This GitHub repository includes a JupyterLab notebook to introduce the Elsevier Scopus Search and Abstract Retrieval Search APIs. It was created as a supplemental document for the conference paper and presentation:
Hennesy, C., McBurney, J., & Gyendina, M. (2023). "Leveraging scholarly APIs to analyze publication trends." LibPMC 2023: International Conference on Performance Measurement in Libraries.

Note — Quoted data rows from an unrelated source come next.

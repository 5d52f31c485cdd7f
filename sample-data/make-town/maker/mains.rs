//! Mains: what lies under each street, how old it is, and how the town is fed.

use super::graph::{Edge, Graph};
use super::lcg::Lcg;
use super::plane::{Point, add, direction, distance, left, length, piece, place_along, scale};
use super::terrain::{HILL, KNOLL, elevation};
use super::town::{Drawing, Main, Town};

/// Ground above this is in the upper zone, m.
const UPPER_FROM_M: f64 = 42.0;
/// The middle of the old town.
pub const CENTRE: Point = [-60.0, -260.0];
const WORKS: Point = [1290.0, -610.0];

const WORDS: [&str; 60] = [
    "Alder",
    "Anchor",
    "Ash",
    "Barley",
    "Beacon",
    "Beech",
    "Birch",
    "Blossom",
    "Brewer's",
    "Bridge",
    "Castle",
    "Chapel",
    "Cherry",
    "Church",
    "Clay",
    "Cooper's",
    "Copper",
    "Cross",
    "Daisy",
    "Elder",
    "Elm",
    "Farrier's",
    "Fern",
    "Ferry",
    "Field",
    "Fountain",
    "Garden",
    "Glebe",
    "Granary",
    "Green",
    "Harbour",
    "Hazel",
    "Heron",
    "High",
    "Holly",
    "Ivy",
    "Juniper",
    "Kiln",
    "Lark",
    "Laurel",
    "Lime",
    "Linden",
    "Maple",
    "Market",
    "Meadow",
    "Mill",
    "Orchard",
    "Pear Tree",
    "Poplar",
    "Quarry",
    "River",
    "Rope",
    "Rowan",
    "Sand",
    "Spring",
    "Tanner's",
    "Thorn",
    "Walnut",
    "Weaver's",
    "Willow",
];
const WAYS: [&str; 4] = ["Street", "Road", "Lane", "Way"];

pub fn road_name(street: usize) -> String {
    match street {
        9 => "Café Row".to_string(),
        _ => format!(
            "{} {}",
            WORDS[street % WORDS.len()],
            WAYS[(street * 7 + street / 3) % WAYS.len()]
        ),
    }
}

/// What was laid at a time and place.
#[derive(Clone, Copy)]
pub struct Laid {
    pub material: &'static str,
    pub year: i32,
    pub c_factor: f64,
}

/// What the town laid under a new street at a distance from its middle.
fn laid_at(place: Point, lcg: &mut Lcg) -> Laid {
    let out = distance(place, CENTRE) + lcg.between(-160.0, 160.0);
    let (material, from, to) = match () {
        () if out < 480.0 => ("cast iron", 1904, 1938),
        () if out < 850.0 && lcg.chance(0.5) => ("cast iron", 1946, 1964),
        () if out < 950.0 => ("asbestos cement", 1955, 1976),
        () if lcg.chance(0.45) => ("ductile iron", 1971, 1996),
        () => ("PVC", 1979, 2012),
    };
    of_age(material, lcg.between(f64::from(from), f64::from(to)) as i32, lcg)
}

/// A main of a material and year, with the C-factor such mains have (see `docs/method.md` for the sources).
pub fn of_age(material: &'static str, year: i32, lcg: &mut Lcg) -> Laid {
    let usual = match material {
        "cast iron" if year < 1940 => 62.0,
        "cast iron" => 82.0,
        "asbestos cement" => 134.0,
        "ductile iron" => 128.0,
        "steel" => 125.0,
        _ => 146.0,
    };
    Laid {
        material,
        year,
        c_factor: (usual + lcg.between(-5.0, 5.0)).round(),
    }
}

pub fn distribution(laid: Laid, diameter_in: f64, zone: &'static str, line: Vec<Point>, ends: [usize; 2]) -> Main {
    Main {
        id: None,
        kind: "distribution",
        status: "in use",
        diameter_in: Some(diameter_in),
        material: laid.material,
        year: Some(laid.year),
        c_factor: Some(laid.c_factor),
        zone,
        road: String::new(),
        stored_length_m: None,
        drawing: Drawing::Lines(vec![line]),
        street: usize::MAX,
        ends,
        tees: Vec::new(),
        planted: false,
        is_copy: false,
    }
}

/// Which nodes are in the upper zone. Pockets of a zone that its own streets do not reach go to the other.
fn upper_nodes(graph: &Graph) -> Vec<bool> {
    let mut upper: Vec<bool> = graph.nodes.iter().map(|node| elevation(*node) > UPPER_FROM_M).collect();
    for (side, seed) in [(true, HILL), (false, CENTRE)] {
        let start = graph.nearest(seed, |node| upper[node] == side);
        let of_side: Vec<bool> = upper.iter().map(|is_upper| *is_upper == side).collect();
        let reached = graph.reach(start, |edge| {
            of_side[graph.edges[edge].from] && of_side[graph.edges[edge].to]
        });
        for node in 0..upper.len() {
            if of_side[node] && !reached[node] {
                upper[node] = !side;
            }
        }
    }
    upper
}

/// Inches under each street edge by the way water takes: transmission, trunk distribution, the rest.
struct Sizes {
    transmission: Vec<bool>,
    trunk_in: Vec<f64>,
}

July 11, 2023.
If you are new to Jupyter and/or Python, we recommend following the directions on the Software Carpentry site to download and install Anaconda on your own machine, which includes both Jupyter and Python 3, as well as many of the most common scientific computing libraries for Python.
Note: Users without institutional access to Scopus will likely not be able to utilize much of this code to work with Scopus API metadata.

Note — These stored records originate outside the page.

#[test]
fn flows_balance_at_every_node_and_heads_close_along_every_part() {
    for town in BOTH.iter() {
        let (parts, part_cases) = (town.table("parts", PARTS), town.table("part_cases", PART_CASES));
        let (nodes, node_cases) = (town.table("nodes", NODES), town.table("node_cases", NODE_CASES));
        let (part_row, node_row) = (parts.row_of("part"), nodes.row_of("node"));
        let mut head_m: HashMap<(&str, &str), f64> = HashMap::new();
        let mut leaving: HashMap<(&str, &str), f64> = HashMap::new();
        for row in 0..node_cases.rows {
            let place = (node_cases.text("in_case", row), node_cases.text("node", row));
            let elevation_m = nodes.number("elev", node_row[place.1]);
            let Some(head) = node_cases.number("head", row) else {
                assert_eq!(
                    (node_cases.number("pres", row), node_cases.number("out", row)),
                    (None, None)
                );
                continue;
            };
            head_m.insert(place, head);
            leaving.insert(place, node_cases.number("out", row).expect("an outflow"));
            if let Some(elevation_m) = elevation_m {
                let pressure_m = node_cases.number("pres", row).expect("a pressure");
                let tolerance = half_digit(4, Quantity::Length, town.units);
                close(
                    pressure_m,
                    head - elevation_m,
                    tolerance,
                    &format!("pressure at {place:?}"),
                );
            }
        }
        let mut checked = 0;
        for row in 0..part_cases.rows {
            let (case, at) = (part_cases.text("in_case", row), part_row[part_cases.text("part", row)]);
            let [from, to] = ["node_a", "node_b"].map(|stem| (case, parts.text(stem, at)));
            let Some(flow) = part_cases.number("flow", row) else {
                assert!(
                    !head_m.contains_key(&from) && !head_m.contains_key(&to),
                    "no flow, but a head: {from:?}"
                );
                continue;
            };
            *leaving.get_mut(&from).expect("a node with an outflow") += flow;
            *leaving.get_mut(&to).expect("a node with an outflow") -= flow;
            let value = |stem| parts.number(stem, at).expect("a value");
            let law_m = head_loss_m(value("length"), value("used"), value("used_c"), value("minor_k"), flow);
            let what = format!("head loss of {} in {case}", parts.text("part", at));
            close(head_m[&from] - head_m[&to], law_m, HEAD_LOSS_M, &what);
            close(
                part_cases.number("loss", row).expect("a loss"),
                law_m,
                HEAD_LOSS_M,
                &what,
            );
            let velocity = flow.abs() / (PI / 4.0 * value("used").powi(2));
            close(
                part_cases.number("vel", row).expect("a velocity"),
                velocity,
                1e-9,
                &what,
            );
            checked += 1;
        }
        assert!(checked > 4 * 700, "{checked} parts and cases were checked");
        for (place, sum) in leaving {
            close(sum, 0.0, CONTINUITY_M3_PER_S, &format!("flows at {place:?}"));
        }
    }
}

#[test]
fn what_is_drawn_goes_by_the_factors_of_the_study() {
    for town in BOTH.iter() {
        let (nodes, node_cases) = (town.table("nodes", NODES), town.table("node_cases", NODE_CASES));
        let kind = nodes.row_of("node");
        let mut drawn: HashMap<&str, HashMap<&str, f64>> = HashMap::new();
        for row in 0..node_cases.rows {
            let node = node_cases.text("node", row);
            if let Some(out) = node_cases
                .number("out", row)
                .filter(|_| nodes.text("kind", kind[node]) == "node")
            {
                drawn
                    .entry(node_cases.text("in_case", row))
                    .or_default()
                    .insert(node, out);
            }
        }
        let average = &drawn["average day"];
        assert!(average.values().sum::<f64>() > 0.01);
        for (case, times) in [("peak hour", 2.4), ("maximum day", 1.6), (AT_REST, 0.0)] {
            for (node, out) in &drawn[case] {
                let what = format!("{node} in {case}");
                close(*out, times * average[node], 1e-12, &what);
            }
        }
    }
}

To run and modify the code in the notebook file in this repository:
- Download the code using the Download ZIP option from the <> Code dropdown on this page.
- Unzip the folder with the code and use the command line to navigate inside of the elsevier_apis folder. See instructions for Mac or Windows 10 or 11.
- Use Anaconda to launch a JupyterLab notebook on your laptop by typing
jupyter lab
on the command line. - From here you can open the Scopus_APIs.ipynb file in Jupyter from your browser and follow along with the code.
- You'll need to register for your own Elsevier API key to make API calls.
- Also make sure to run this code from a campus computer or using an institutional VPN so you can access Scopus metadata that is licensed by your institution.